[MATERIAL SHOWN Boundary: Start]

def parse_shaft(d, units, parse_section, loads_rotating: bool = False, feature_lengths=None,
                composite=None) -> Shaft:
    """``[shaft]`` as a :class:`Shaft` (SI). ``parse_section(table, units)`` parses a station's
    section table and ``feature_lengths(table, units)`` lists its features' lengths as [(field, m)]
    (both handed in by ``case.py``); ``loads_rotating`` is ``loads.rotating``. ``composite`` is
    (section, region materials) of the case's composite [section]: without segments, the shaft is that
    section all along (one composite segment)."""
    _known(d, _SHAFT, "shaft")
    length = _pos(d, "length", "length", "shaft", units, required=True)
    sh = Shaft(length=length)
    if "density" in d:
        sh.density = _pos(d, "density", "density", "shaft", units)
    if "speed" in d:
        sh.speed = _pos(d, "speed", "angular_speed", "shaft", units)
    for key in ("rotating", "self_weight"):
        if key in d and not isinstance(d[key], bool):
            raise InputError(f"shaft.{key}", d[key], "must be true or false")
    sh.rotating = bool(d.get("rotating", False)) or loads_rotating
    sh.self_weight = bool(d.get("self_weight", True))
    sh.segments = _segments(d.get("segments", []), length, units, parse_section)
    if composite is not None:
        if sh.segments:
            raise InputError("section.shape", "composite", "with [[shaft.segments]]: give the composite in the "
                             "segment's own section table ([shaft.segments.section])")
        sh.segments = [uniform_composite(length, *composite)]
    sh.grooves = [_groove(g, i, sh, units) for i, g in enumerate(_table_list(d.get("grooves", []), "shaft.grooves"))]
    check_composite_segments(sh, d)
    # a layout without loads and stations asks for the shoulder and groove factors only: no beam, no bearings
    factors_only = not d.get("loads") and not d.get("sections") and d.get("supports") is None
    sh.supports = [] if factors_only else _supports(d, length, units)
    sh.loads = [_load(x, i, length, units) for i, x in enumerate(_table_list(d.get("loads", []), "shaft.loads"))]
    _torque_balance(sh.loads, _table_list(d.get("loads", []), "shaft.loads"))
    sh.stations = [_station(s, i, sh, units, parse_section, feature_lengths)
                   for i, s in enumerate(_table_list(d.get("sections", []), "shaft.sections"))]
    return sh


def _segments(raw, length, units, parse_section=None) -> list[Segment]:
    out = []
    for i, s in enumerate(_table_list(raw, "shaft.segments")):
        w = f"shaft.segments[{i}]"
        _known(s, _SEGMENT, w)
        a = _len(s, "from", w, units, required=True)
        b = _len(s, "to", w, units, required=True)
        dia = _pos(s, "diameter", "length", w, units, required=True)
        bore = _len(s, "bore", w, units) if s.get("bore") not in (None, 0) else None
        fil = _len(s, "fillet", w, units) if "fillet" in s else None
        if not b > a:
            raise InputError(f"{w}.to", s["to"], "must be beyond the segment's from", _unit(s["to"], units, "length"))
        expected = 0.0 if not out else out[-1].end
        if abs(a - expected) > GAP_TOL * length:
            where = "the left end (0)" if not out else f"where shaft.segments[{i - 1}] ends"
            raise InputError(f"{w}.from", s["from"], f"must start {where}: the segments cover the shaft "
                             "in order, without gaps or overlaps", _unit(s["from"], units, "length"))
        if b > length * (1 + GAP_TOL):
            raise InputError(f"{w}.to", s["to"], "is beyond the shaft's length", _unit(s["to"], units, "length"))
        if bore is not None and not 0 < bore < dia:
            raise InputError(f"{w}.bore", s["bore"], "must be positive and smaller than the diameter",
                             _unit(s["bore"], units, "length"))
        if fil is not None:
            if not fil > 0:
                raise InputError(f"{w}.fillet", s["fillet"], "must be positive", _unit(s["fillet"], units, "length"))
            if not out or out[-1].diameter == dia:
                raise InputError(f"{w}.fillet", s["fillet"], "is a shoulder fillet and needs a step in diameter "
                                 "where this segment begins", _unit(s["fillet"], units, "length"))
            if fil > b - a:
                raise InputError(f"{w}.fillet", s["fillet"], "is longer than the segment",
                                 _unit(s["fillet"], units, "length"))
        sec, mats = segment_section(s, w, units, parse_section) if "section" in s else (None, ())
        if sec is not None:
            check_round(sec, dia, f"{w}.diameter", s["diameter"], _unit(s["diameter"], units, "length"))
        out.append(Segment(a, min(b, length), dia, bore, fil, sec, mats))
    if out and abs(out[-1].end - length) > GAP_TOL * length:
        raise InputError(f"shaft.segments[{len(out) - 1}].to", raw[-1]["to"], "must end at the shaft's length: the "
                         "segments cover the whole shaft", _unit(raw[-1]["to"], units, "length"))
    return out


def uniform_composite(length: float, section, materials) -> Segment:
    """The one segment of a shaft that is the case's composite [section] all along."""
    return Segment(0.0, length, outer_diameter(section), None, None, section, tuple(materials))


def _groove(g, i, sh: Shaft, units) -> Groove:
    w = f"shaft.grooves[{i}]"
    _known(g, _GROOVE, w)
    at = _at(g, w, sh.length, units)
    width = _pos(g, "width", "length", w, units, required=True)
    depth = _pos(g, "depth", "length", w, units, required=True)
    radius = _pos(g, "radius", "length", w, units, required=True)
    if radius > width / 2 * (1 + GAP_TOL):
        raise InputError(f"{w}.radius", g["radius"], "is more than half the groove's width",
                         _unit(g["radius"], units, "length"))
    seg = sh.segment_at(at)
    if seg is not None:
        wall = (seg.diameter - (seg.bore or 0.0)) / 2
        if not depth < wall:
            raise InputError(f"{w}.depth", g["depth"], "cuts through the shaft's wall there",
                             _unit(g["depth"], units, "length"))
    return Groove(at, width, depth, radius)


def _supports(d, length, units) -> list[Support]:
    raw = d.get("supports")
    if raw is None:
        raise InputError("shaft.supports", None, "is required: give the bearings, e.g. [{ at = 20 }, { at = 380 }]")
    items = _table_list(raw, "shaft.supports")
    if len(items) < 2:
        raise InputError("shaft.supports", raw, "needs at least two supports (bearings as simple supports)")
    out = []
    for i, s in enumerate(items):
        w = f"shaft.supports[{i}]"
        _known(s, _SUPPORT, w)
        at = _at(s, w, length, units)
        k = _pos(s, "stiffness", "stiffness", w, units) if "stiffness" in s else None
        name = _name(s, w)
        bearing = s.get("bearing")
        if bearing is not None and bearing not in BEARING_TYPES:
            raise InputError(f"{w}.bearing", bearing, f"unknown bearing type; use one of {', '.join(BEARING_TYPES)}")
        if any(abs(at - o.at) <= GAP_TOL * length for o in out):
            raise InputError(f"{w}.at", s["at"], "is where another support already is", _unit(s["at"], units, "length"))
        out.append(Support(at, k, name, bearing, parse_rating(s, w, units, bearing)))
    return out


def _load(x, i, length, units) -> ShaftLoad:
    w = f"shaft.loads[{i}]"
    if not isinstance(x, dict):
        raise InputError(w, x, "must be a table")
    kind = x.get("kind", "point")
    if kind not in _LOAD_KEYS:
        raise InputError(f"{w}.kind", kind, "must be \"point\", \"gear\", \"pulley\" or \"sprocket\"")
    _known(x, _LOAD_KEYS[kind], w)
    at = _at(x, w, length, units)
    name = _name(x, w)
    torque = _num(x, "torque", "moment", w, units, required=kind != "point") if "torque" in x or kind != "point" else 0.0
    mass = _nonneg(x, "mass", "mass", w, units) if "mass" in x else None
    inertia = _nonneg(x, "inertia", "mass_inertia", w, units) if "inertia" in x else None
    common = dict(at=at, kind=kind, name=name, torque=torque, mass=mass, inertia=inertia)
    if kind == "point":
        force = _pair(x, "force", "force", w, units) if "force" in x else (0.0, 0.0)
        moment = _pair(x, "moment", "moment", w, units) if "moment" in x else (0.0, 0.0)
        axial = _num(x, "axial", "force", w, units) if "axial" in x else 0.0
        return ShaftLoad(force=force, axial=axial, moment=moment, **common)
    if kind == "gear":
        d = _pos(x, "pitch_diameter", "length", w, units, required=True)
        phi = _angle(_req(x, "pressure_angle", w), f"{w}.pressure_angle")
        if not 0 < phi < 45:
            raise InputError(f"{w}.pressure_angle", x["pressure_angle"], "must lie between 0 and 45 degrees (20 is usual)")
        psi = _angle(x.get("helix_angle", 0.0), f"{w}.helix_angle")
        if not 0 <= psi < 60:
            raise InputError(f"{w}.helix_angle", x["helix_angle"], "must lie between 0 (spur) and 60 degrees")
        hand = x.get("hand")
        if psi > 0 and hand not in ("right", "left"):
            raise InputError(f"{w}.hand", hand, "must be \"right\" or \"left\" for a helical gear (it sets the "
                             "direction of the thrust)")
        if psi == 0 and hand is not None and hand not in ("right", "left"):
            raise InputError(f"{w}.hand", hand, "must be \"right\" or \"left\"")
        mesh = _angle(_req(x, "mesh_angle", w), f"{w}.mesh_angle")
        return ShaftLoad(gear=Gear(d, phi, psi, hand if psi > 0 else None, mesh), **common)
    d = _pos(x, "diameter", "length", w, units, required=True)
    pull = _angle(_req(x, "pull_angle", w), f"{w}.pull_angle")
    if kind == "pulley":
        r = to_si(_req(x, "tension_ratio", w), "dimensionless", f"{w}.tension_ratio", None)
        if not r > 1:
            raise InputError(f"{w}.tension_ratio", x["tension_ratio"], "must be more than 1 (tight side over slack side)")
    else:
        r = math.inf
    return ShaftLoad(pulley=Pulley(d, r, pull), **common)


def _torque_balance(loads: list[ShaftLoad], raw: list) -> None:
    torques = [ld.torque for ld in loads]
    if not torques:
        return
    big = max(abs(t) for t in torques)
    total = math.fsum(torques)
    if big > 0 and abs(total) > TORQUE_BALANCE_TOL * big:
        shown = [x.get("torque", 0) for x in raw]
        raise InputError("shaft.loads[*].torque", shown, "do not balance: the torques put into the shaft must sum to "
                         f"zero (they sum to {total:.6g} N·m); give the torque taken out as negative")


def _station(s, i, sh: Shaft, units, parse_section, feature_lengths=None) -> Station:
    w = f"shaft.sections[{i}]"
    _known(s, _STATION, w)
    at = _at(s, w, sh.length, units)
    check_composite_station(s, w, sh, at, STATION_KEYS)
    st = Station(at=at, name=_name(s, w), raw=dict(s))
    if "section" in s:
        if not isinstance(s["section"], dict):
            raise InputError(f"{w}.section", s["section"], "must be a table with the keys of [section]")
        try:
            st.section = parse_section(s["section"], units, st.geometry)
        except InputError as exc:
            if exc.field.startswith("section"):
                raise InputError(f"{w}.{exc.field}", exc.value, exc.reason, exc.unit) from None
            raise
        seg = sh.segment_at(at)
        d_given = s["section"].get("diameter")
        if seg is not None and d_given is not None:
            dia = to_si(d_given, "length", f"{w}.section.diameter", units)
            if abs(dia - seg.diameter) > 1e-6 * seg.diameter:
                raise InputError(f"{w}.section.diameter", d_given, "is not the diameter of the shaft's segment at this "
                                 "station", _unit(d_given, units, "length"))
    if "fatigue" in s:
        f = s["fatigue"]
        _known(f, _STATION_FATIGUE, f"{w}.fatigue")
        for key in ("kt_bending", "kts_torsion"):
            got = chart_factor(f, key, f"{w}.fatigue")
            if got is not None:
                st.fatigue[key], st.fatigue[f"{key}_source"] = got
            elif f"{key}_source" in f:
                raise InputError(f"{w}.fatigue.{key}_source", f[f"{key}_source"], f"is given without {key}")
        if "notch_radius" in f:
            st.fatigue["notch_radius"] = _pos(f, "notch_radius", "length", f"{w}.fatigue", units)
    _place_feature(s, w, st, sh, units, feature_lengths)
    if "segment" in s:  # a keyseat end or a cross hole, studied in 3-D (shaft_segment.py)
        st.segment = parse_station_segment(s, w, st, units, feature_lengths)
    if STATION_KEYS & set(s):
        seg = sh.segment_at(at)
        st.checklist = parse_station_checklist(s, w, units, st.section, seg.diameter if seg else None, None)
        fit = st.checklist.fit
        if fit is not None and fit.kt_bending is not None:  # the press fit's chart factor is the station's Kt
            if "kt_bending" in st.fatigue:
                raise InputError(f"{w}.fit.kt_bending", s["fit"]["kt_bending"], f"is also given as {w}.fatigue.kt_bending: "
                                 "give it once")
            st.fatigue["kt_bending"], st.fatigue["kt_bending_source"] = fit.kt_bending, fit.kt_bending_source
    return st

[MATERIAL SHOWN Boundary: End]

### PROBLEM DESCRIPTION:
Each line above that has the word "required" should be copied.

### WRITTEN RESPONSE:
    length = _pos(d, "length", "length", "shaft", units, required=True)
        a = _len(s, "from", w, units, required=True)
        b = _len(s, "to", w, units, required=True)
        dia = _pos(s, "diameter", "length", w, units, required=True)
    width = _pos(g, "width", "length", w, units, required=True)
    depth = _pos(g, "depth", "length", w, units, required=True)
    radius = _pos(g, "radius", "length", w, units, required=True)
        raise InputError("shaft.supports", None, "is required: give the bearings, e.g. [{ at = 20 }, { at = 380 }]")
    torque = _num(x, "torque", "moment", w, units, required=kind != "point") if "torque" in x or kind != "point" else 0.0
        d = _pos(x, "pitch_diameter", "length", w, units, required=True)
    d = _pos(x, "diameter", "length", w, units, required=True)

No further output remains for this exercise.